# R/call_indices.R In robustrao: An Extended Rao-Stirling Diversity Index to Handle Missing Data

#### Documented in ParallelBoundIndicesRaoStirling

#install.packages("doParallel", repos="http://cran.rstudio.com/") # Library to parallelize the execution of the program.

#library(doParallel)

#' Parallel computation of the lower/upper bounds of the uncertainty interval of the Rao-Stirling diversity index.
#'
#' This function allows the computation of the lower/upper bounds of the uncertainty interval of the Rao-Stirling index (Calatrava et al., 2016) in parallel threads.
#' It includes the parallel computation of the permissible disciplines (i.e., function \code{\link{PruneDisciplines}}).
#' The use of this function is recommended for an efficient computation of the lower and upper bounds of the uncertainty interval of the Rao-Stirling index.
#' The computation of the lower bound is an NP-hard problem.
#' Because the computation of the lower bound might require long computing times, this function creates a log file 'parallel-bounds-log.txt' in the user's workspace.
#' The content of the log file is written during the execution of the function and indicates number of publications that have been processed.
#'
#' @param bound String that indicates which index to compute.
#' Two values are valid: \emph{upper} and \emph{lower}.
#' @param count.matrix Vector or matrix that contains the counts of references to different disciplines of a single publication (a vector) or of several publications (a matrix).
#' If it is a vector its length is equal to the total number of disciplines.
#' In case it is a matrix its dimensions are \emph{n} x \emph{m}, being n the total number of disciplines and m the number of publications for which the lower/upper bound will be computed.
#' @param uncat.refs Number of uncategorized references of a publication (a number) or several publications (a vector).
#' @param similarity A positive semi-definite matrix that encodes the similarity between disciplines, as explain in Porter and Rafols (2009).
#' The dimensions of this matrix are \emph{n} x \emph{n}, being \emph{n} the total number of disciplines.
#' The self-similarities (i.e. values in the diagonal) have to be 1.
#' @param pruning Logical value that indicates whether the set of permissible disciplines will be calculated and used to avoid improbable redistributions of disciplines.
#' This argument is optional and leaving it unspecified ignores the pruning of unlikely disciplines in the redistribution.
#' @param tolerance A real number in the interval [0,1].
#' This argument modulates the similarity between disciplines with which the strictness of the pruning of unlikely disciplines is controlled.
#' A value of 0 allows all disciplines to participate in the redistribution process.
#' A value of 1 permits no tolerance.
#' This argument is optional and leaving it unspecified deactivates tolerances.
#' @param redistribution.limit A positive integer that limits the number of disciplines that each uncategorized reference can have redistributed.
#' This argument is optional and leaving it unspecified will set the redistribution.limit to default.
#' @param threads A positive number that specifies the number of parallel threads that will be executed.
#' This argument should be set according to the number of processor core in the CPU of the user.
#' This argument is optional and leaving it unspecified will set the number of threads to default.
#' @param max.batch.size A positive integer that sets the size of the batch of candidates that is computed at once.
#' This positive value determines the quantity of allocated memory and has to be reduced if corresponding errors arise.
#' This argument is optional and leaving it unspecified sets it to a default value.
#' @return The lower or the upper bound/s of the uncertainty interval of the Rao-Stirling index of one publication (an integer) or several publications (a vector).
#' @section Warning:
#' This function solves a computationally intensive optimization problem.

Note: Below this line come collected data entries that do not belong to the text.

/**
 * The equilibrium check every result carries (ΣF and ΣM about the origin of applied loads plus reactions,
 * and its size relative to the loads), on force systems summed by hand. Statics (common practice).
 */
import { describe, expect, it } from "vitest";
import { equilibriumResidual } from "@/lib/engine/results";
import type { Model } from "@/lib/engine/model";
import { analyzeOrThrow, expectClose, lineBeam } from "./helpers";

const twoNodes = {
  nodes: [
    { x: 0, y: 0 },
    { x: 2, y: 1 },
  ],
} as unknown as Model;

describe("equilibriumResidual", () => {
  it("sums an unbalanced system: forces, moments about the origin, and the larger relative part", () => {
    // Applied at (2, 1): X = 3, Y = 4, M = 5. Reactions at (0, 0): X = −3, Y = −1, M = 2.
    const applied = [0, 0, 0, 3, 4, 5];
    const reactions = [-3, -1, 2, 0, 0, 0];
    const r = equilibriumResidual(twoNodes, applied, reactions);
    expect(r.fx).toBe(0);
    expect(r.fy).toBe(3);
    // 2·4 − 1·3 + 5 = 10 from the load, + 2 from the reaction couple.
    expect(r.mz).toBe(12);
    // Force part 3 / (3 + 4 + 3 + 1) = 0.2727…; moment part 12 / (8 + 3 + 5 + 2) = 0.6667: the larger counts.
    expectClose(r.relative, 12 / 18, 1e-15);
  });

  it("takes the force part when it is the larger", () => {
    const r = equilibriumResidual(twoNodes, [0, 0, 0, 0, 0, 0], [0, 0, 0, 0, 2, -4]);
    // fy = 2 with scale 2: 1. Moment 2·2 − 4 = 0.
    expect(r).toEqual({ fx: 0, fy: 2, mz: 0, relative: 1 });
  });

  it("is zero for a balanced system and for no loads at all", () => {
    // 10 down at (2, 1), held by 5 up at each node and a couple of 10 at (0, 0):
    // ΣM about the origin = 2·(−10) + 2·5 + 10 = 0.
    const r = equilibriumResidual(twoNodes, [0, 0, 0, 0, -10, 0], [0, 5, 10, 0, 5, 0]);
    expect(r).toEqual({ fx: 0, fy: 0, mz: 0, relative: 0 });
    expect(equilibriumResidual(twoNodes, [0, 0, 0, 0, 0, 0], [0, 0, 0, 0, 0, 0])).toEqual({ fx: 0, fy: 0, mz: 0, relative: 0 });
  });

  it("keeps the sign of an unbalanced horizontal force", () => {
    // 5 applied to the right at (2, 1), 2 of reaction to the left at (0, 0): 3 to the right is left over.
    // ΣM about the origin = −1·5 = −5. Force part 3 / 7; moment part 5 / 5 = 1.
    expect(equilibriumResidual(twoNodes, [0, 0, 0, 5, 0, 0], [-2, 0, 0, 0, 0, 0])).toEqual({ fx: 3, fy: 0, mz: -5, relative: 1 });
  });

  it("is reported with every analysed load case, near rounding", () => {
    const result = analyzeOrThrow(
      lineBeam(
        [4, 6],
        ["pin", "roller", "roller"],
        [{ kind: "distributed", member: "m2", direction: "global-y", wStart: -5e3, wEnd: -5e3 }],
      ),
    );
    const { equilibrium } = result.loadCases.L;
    expect(Math.abs(equilibrium.fy)).toBeLessThan(1e-9 * 30e3);
    expect(equilibrium.relative).toBeLessThan(1e-12);
  });
});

In order to reduce the search space it is recommended to provide the function with the vector of permissible disciplines and redistribution limit.
#' @examples
#' data(pubdata1)
#'
#' #Get upper bound indices of the uncertainty interval of the Rao-Stirling diversity index.
#' ParallelBoundIndices("upper", pd1.count.matrix, pd1.uncat.refs, pd1.similarity, TRUE, 0.233, 4, 2)
#'
#' #Get lower bound indices of the uncertainty interval of the Rao-Stirling diversity index.
#' ParallelBoundIndices("lower", pd1.count.matrix, pd1.uncat.refs, pd1.similarity, TRUE, 0.233, 4, 2)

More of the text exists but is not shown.